Gordon Brown acusado de volte-face na política de combate aos crimes de armas brancas

14.07.2008 - 20:25 Por Reuters
O primeiro-ministro britânico Gordon Brown negou hoje ter alguma vez sugerido que uma das medidas anti-crime que o seu Governo queria tomar era confrontar os culpados por crimes de armas brancas com vítimas deste tipo de agressão.
A medida, anunciada num pacote mais global a semana passada, fez as primeiras páginas de muitos jornais no Reino Unido. Mas Brown diz que a apresentação das medidas foi mal entendida pelos jornalistas. Apesar de não se livrar da acusação, por parte da oposição, de estar mais uma vez a recuar numa medida frágil, já anunciada.

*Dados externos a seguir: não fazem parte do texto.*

impl RunState {
    fn start<T: Target>(
        target: &T,
        priors: &PriorSet,
        settings: &EnsembleSettings,
        peak: Peak,
    ) -> Result<Self, SamplerError> {
        let walkers = settings.walkers.unwrap_or_else(|| default_walkers(priors.dimension()));
        let weights = weights(&settings.move_weights)?;
        let moves = weights.len();
        let fit = laplace_fit(&peak);
        let ensembles = (0..settings.ensembles)
            .into_par_iter()
            .map(|index| start_ensemble(target, priors, &peak, (settings.seed, index, walkers), moves))
            .collect::<Result<Vec<_>, _>>()?;
        let maximum_draws =
            settings.maximum_draws.unwrap_or((16.0 * settings.effective_samples).min(1e9) as usize);
        let maximum_draws =
            if settings.maximum_draws.is_none() { maximum_draws.max(1 << 16) } else { maximum_draws };
        Ok(Self {
            settings: settings.clone(),
            walkers,
            history: History::new(settings.ensembles, walkers, priors.dimension(), maximum_draws),
            peak,
            ensembles,
            fit,
            weights,
            steps: 0,
            next_check: FIRST_CHECK,
            warm_up: None,
        })
    }

    /// Evaluations so far, from the first of the peak search.
    fn evaluations(&self) -> u64 {
        let sampled: u64 = self.ensembles.iter().map(|ensemble| ensemble.counts.evaluations).sum();
        sampled + self.peak.evaluations
    }

    /// Evaluations that the kept steps took, about.
    fn evaluations_kept(&self) -> f64 {
        let steps = self.steps - self.warm_up.unwrap_or(0);
        (steps * self.step_cost()) as f64
    }

    /// Evaluations of one step, at most.
    fn step_cost(&self) -> u64 {
        (self.walkers * self.ensembles.len()) as u64
    }

    /// Advances every ensemble by `count` steps, side by side.
    fn advance<T: Target>(
        &mut self,
        target: &T,
        mixture: &Mixture,
        lanes: &mut [Vec<Lane<T::Scratch>>],
        count: u64,
    ) -> Option<Fatal> {
        let (from, thinning) = (self.steps, self.history.thinning);
        let failures: Vec<Option<Fatal>> = self
            .ensembles
            .par_iter_mut()
            .zip(self.history.records.par_iter_mut())
            .zip(lanes.par_iter_mut())
            .map(|((ensemble, record), lanes)| {
                for step in from + 1..=from + count {
                    ensemble.step(target, mixture, lanes);
                    if let Some(fatal) = ensemble.collect(lanes) {
                        return Some(fatal);
                    }
                    if step.is_multiple_of(thinning) {
                        record.push(ensemble);
                    }
                }
                None
            })
            .collect();
        let failed = failures.into_iter().flatten().next();
        if failed.is_some() {
            self.cut_to_common_length();
        } else {
            self.history.extend_to(from, from + count);
            self.steps += count;
        }
        failed
    }

    /// After a failure in one ensemble: forgets the round, which the others may have finished.
    fn cut_to_common_length(&mut self) {
        let rows = self.history.steps() * self.walkers;
        let dimension = self.peak.point.len();
        for record in &mut self.history.records {
            record.points.truncate(rows * dimension);
            record.log_prior.truncate(rows);
            record.log_likelihood.truncate(rows);
        }
    }

    fn run<T: Target>(
        &mut self,
        target: &T,
        mut report: Progress,
        clock: Instant,
        callback: &mut dyn FnMut(&Progress) -> Control,
    ) -> Result<Chain, SamplerError> {
        let threads = rayon::current_num_threads();
        let lanes_each = threads.div_ceil(self.ensembles.len());
        let mut mixture = Mixture::new(&self.fit, &self.weights)?;
        let moves = self.weights.len();
        let dimension = self.peak.point.len();
        let mut lanes: Vec<Vec<Lane<T::Scratch>>> = (0..self.ensembles.len())
            .map(|_| (0..lanes_each).map(|_| Lane::new(target.scratch(), dimension, moves)).collect())
            .collect();
        let mut round = 1;
        let mut last_check = None;
        let stopped_by = loop {
            let affordable = report.maximum_evaluations.saturating_sub(self.evaluations()) / self.step_cost();
            if affordable == 0 {
                break StopReason::EvaluationLimit;
            }
            let count = round.min(self.next_check - self.steps).min(affordable);
            let began = Instant::now();
            if let Some(fatal) = self.advance(target, &mixture, &mut lanes, count) {
                let Fatal { reason, point } = fatal;
                let partial = (self.history.steps() > 0)
                    .then(|| Box::new(self.finish(StopReason::Failure, None, clock)));
                return Err(SamplerError::Evaluation { reason, point, partial });
            }
            let pace = began.elapsed().as_secs_f64() / count as f64;
            round = ((ROUND.as_secs_f64() / pace) as u64).clamp(1, (2 * round).max(16));
            last_check = None;
            if self.steps >= self.next_check {
                let verdict = self.check(&mut report);
                mixture = Mixture::new(&self.fit, &self.weights)?;
                let done = verdict.as_ref().is_some_and(|verdict| verdict.failing.is_empty());
                last_check = verdict;
                if done {
                    break StopReason::Converged;
                }
            }
            report.phase = if self.warm_up.is_some() { Phase::Sampling } else { Phase::WarmUp };
            report.evaluations = self.evaluations();
            report.steps = self.steps;
            report.elapsed_seconds = clock.elapsed().as_secs_f64();
            if callback(&report) == Control::Stop {
                break StopReason::Caller;
            }
        };
        if self.history.steps() == 0 {
            return Err(SamplerError::Stopped);
        }
        Ok(self.finish(stopped_by, last_check, clock))
    }

    /// Looks for the end of warm-up, then applies the tests; sets the step of the next check. Depends on the chain alone.
    fn check(&mut self, report: &mut Progress) -> Option<Verdict> {
        let mut growth = LARGEST_GROWTH.sqrt();
        match self.warm_up {
            Some(_) if self.proposals_went_wrong() => {
                self.refit(0);
                self.forget_all();
            }
            Some(_) => {
                let dropped = still_settled(&self.history);
                self.drop_first(dropped);
            }
            None => {
                let settled = settled(&self.history);
                self.refit(settled.unwrap_or(self.history.steps() / 2));
                if settled.is_some() {
                    self.forget_all();
                }
            }
        }
        let mut verdict = None;
        if self.warm_up.is_some() && self.history.steps() >= 8 {
            let kept = self.evaluations_kept();
            let mut found = first_look(&self.history, &self.settings, kept);
            // The first look errs by a few per cent, so near the goal the full tests decide.
            if found.remaining().unwrap_or(0.0) < 0.05 * kept {
                found = full_check(&self.history, &self.settings, kept);
            }
            report.effective_samples = Some(found.effective_samples);
            report.worst_rhat = Some(found.worst_rhat);
            report.remaining_evaluations = found.remaining();
            let steps = found.remaining().map_or(f64::INFINITY, |more| more / self.step_cost() as f64);
            growth = (1.0 + steps / self.steps as f64).clamp(LEAST_GROWTH, LARGEST_GROWTH);
            verdict = Some(found);
        }
        self.next_check = (self.steps as f64 * growth).ceil() as u64;
        verdict
    }

    /// Fits the independence move to the draws after the first `dropped` steps, and gives it the share that its quality
    /// there deserves, unless the settings fix the weights.
    fn refit(&mut self, dropped: usize) {
        let Some(place) = self.weights.iter().position(|(name, _)| name == Independence::NAME) else {
            return;
        };
        if let Some(fit) =
            Fit::to_draws(self.fit.dimension(), self.history.draws(dropped).map(|(point, _)| point))
        {
            self.fit = fit;
        }
        if self.settings.move_weights.is_empty() {
            let others: f64 = self
                .weights
                .iter()
                .enumerate()
                .filter(|(at, _)| *at != place)
                .map(|(_, (_, weight))| weight)
                .sum();
            let share = deserved_share(quality(&self.fit, self.history.draws(dropped)), self.fit.dimension());
            self.weights[place].1 = others * share / (1.0 - share);
        }
    }

    /// Whether the frozen proposals deserve a smaller share than they have, now that the chain has seen more: then the
    /// weights that they imply vary too much, and walkers get stuck where proposals are too rare.
    fn proposals_went_wrong(&self) -> bool {
        let Some(place) = self.weights.iter().position(|(name, _)| name == Independence::NAME) else {
            return false;
        };
        if !self.settings.move_weights.is_empty() || self.history.steps() == 0 {
            return false;
        }
        let total: f64 = self.weights.iter().map(|(_, weight)| weight).sum();
        let share = self.weights[place].1 / total;
        deserved_share(quality(&self.fit, self.history.draws(0)), self.fit.dimension()) < share - 1e-9
    }

    /// Ends warm-up here: what follows is independent of the draws that the proposals were fitted to, given the fit.
    fn forget_all(&mut self) {
        self.history.drop_first(self.history.steps());
        self.warm_up = Some(self.steps);
        for ensemble in &mut self.ensembles {
            ensemble.counts.moves.iter_mut().for_each(|counts| *counts = (0, 0));
        }
    }

    fn drop_first(&mut self, dropped: usize) {
        if dropped > 0 {
            self.warm_up = Some(self.history.kept_steps[dropped - 1]);
            self.history.drop_first(dropped);
        }
    }

    fn finish(&mut self, stopped_by: StopReason, verdict: Option<Verdict>, clock: Instant) -> Chain {
        let settled = self.warm_up.is_some();
        let wall_seconds = clock.elapsed().as_secs_f64();
        if !settled {
            self.drop_first(self.history.steps() / 2);
        }
        let kept = self.evaluations_kept();
        let verdict = match verdict {
            Some(verdict) if verdict.diagnostics.is_some() => verdict,
            _ => full_check(&self.history, &self.settings, kept),
        };
        let mut rejected = RejectedEvaluations::default();
        let mut best = self.ensembles[0].best.clone();
        for ensemble in &self.ensembles {
            rejected.merge(&ensemble.counts.rejected);
            if height(&ensemble.best) > height(&best) {
                best.clone_from(&ensemble.best);
            }
        }
        let acceptance = self
            .weights
            .iter()
            .enumerate()
            .map(|(at, (name, _))| {
                let counts = self.ensembles.iter().map(|ensemble| ensemble.counts.moves[at]);
                let (proposed, accepted) = counts.fold((0, 0), |sum, part| (sum.0 + part.0, sum.1 + part.1));
                MoveAcceptance { name: name.clone(), proposed, accepted }
            })
            .collect();
        let (mut points, mut log_prior, mut log_likelihood) = (vec![], vec![], vec![]);
        for record in &mut self.history.records {
            points.append(&mut record.points);
            log_prior.append(&mut record.log_prior);
            log_likelihood.append(&mut record.log_likelihood);
        }
        Chain {
            dimension: self.peak.point.len(),
            ensembles: self.ensembles.len(),
            walkers: self.walkers,
            steps: self.steps,
            warm_up: self.warm_up.unwrap_or(0),
            thinning: self.history.thinning,
            kept_steps: std::mem::take(&mut self.history.kept_steps),
            points,
            log_prior,
            log_likelihood,
            diagnostics: verdict.diagnostics.unwrap_or_default(),
            acceptance,
            evaluations: self.evaluations(),
            peak_evaluations: self.peak.evaluations,
            rejected,
            wall_seconds,
            threads: rayon::current_num_threads(),
            outcome: Outcome {
                converged: stopped_by == StopReason::Converged,
                stopped_by,
                settled,
                failing: verdict.failing,
            },
            peak: Some(self.peak.clone()),
            best,
        }
    }
}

As medidas anunciadas pelo gabinete de Brown incluíam visitas de acusados de crimes de armas brancas a urgências hospitalares onde se encontrassem vítimas desses crimes e encontros forçados entre agressores e famílias de vítimas. “Sou a favor das pessoas enfrentarem as consequências dos seus catos”, disse Jacqui Smith, membro do Governo de Brown, em declarações à Sky News. Mas depois um esclarecimento do Governo frisava que o objectivo inicial era fazer com que os agressores se encontrassem com pessoal profissional, não com pacientes.
“Mais uma vez o Governo anuncia políticas em três dias e abandona as mesmas medidas em três horas”, disse Dominic Grieve, um deputado da oposição conservadora.
Os casos de crimes com armas brancas têm-se multiplicado no Reino Unido, nos últimos tempos. O último caso, que marcou o país, foi o homicídio de dois estudantes universitários franceses,a viver em Londres, que foram apunhaldas dezenas de vezes, mesmo já depois de mortos e o seu apartamento incendiado de seguida para ocultar as Provas. Já foram detidas várias pessoas suspeitas de envolvimento no crime, que está a ser investigado.